Activity ▸
Please filter the data down to the lines that include the word "Array" and copy them.

***** Records supplied

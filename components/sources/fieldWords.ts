import type { Plan } from "@/lib/noise/plan";
import { formatQuantity, withUnit } from "../format";
import type { FieldWords } from "../plan/SaveNotices";

const labels: Record<string, string> = {
  name: "Name", says: "What the sentence calls it", kind: "Kind", spaceId: "Room", position: "Place", power: "Levels", deviation: "Doubt",
  hours: "Hours", params: "Directivity", playing: "What plays", levels: "Levels", directivity: "Directivity", measured: "Your measurement", libraryKey: "Library",
};

/** How the fields of this page are called and written where two people changed one. */
export function sourceFieldWords({ spaces, sources }: Plan): FieldWords {
  return (_, field, value) => ({ label: labels[field] ?? field, value: valueWords(field, value) });

  function valueWords(field: string, value: unknown): string {
    if (field === "spaceId") return spaces.find(({ id }) => id === value)?.name ?? "no room";
    if (field === "playing" && Array.isArray(value)) return value.map((one: { sourceId: string; share: number }) => `${sources.find(({ id }) => id === one.sourceId)?.name ?? "a source"} ${Math.round(one.share * 100)} %`).join(", ") || "nothing";
    if (Array.isArray(value)) return value.map((one) => (typeof one === "number" ? formatQuantity(one, 1) : (one ?? "unknown"))).join(" · ");
    if (field === "params" && typeof value === "object" && value) return Object.values(value).map((one) => formatQuantity(Number(one))).join(", ");
    if (field === "hours" && value) return `${(value as { from: string }).from} to ${(value as { to: string }).to}`;
    if (field === "measured") return "the levels you read";
    if (typeof value === "number") return withUnit(formatQuantity(value), "dB");
    return typeof value === "string" && value ? value : "not given";
  }
}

**********

Solved problem ▸
    if (field === "playing" && Array.isArray(value)) return value.map((one: { sourceId: string; share: number }) => `${sources.find(({ id }) => id === one.sourceId)?.name ?? "a source"} ${Math.round(one.share * 100)} %`).join(", ") || "nothing";
    if (Array.isArray(value)) return value.map((one) => (typeof one === "number" ? formatQuantity(one, 1) : (one ?? "unknown"))).join(" · ");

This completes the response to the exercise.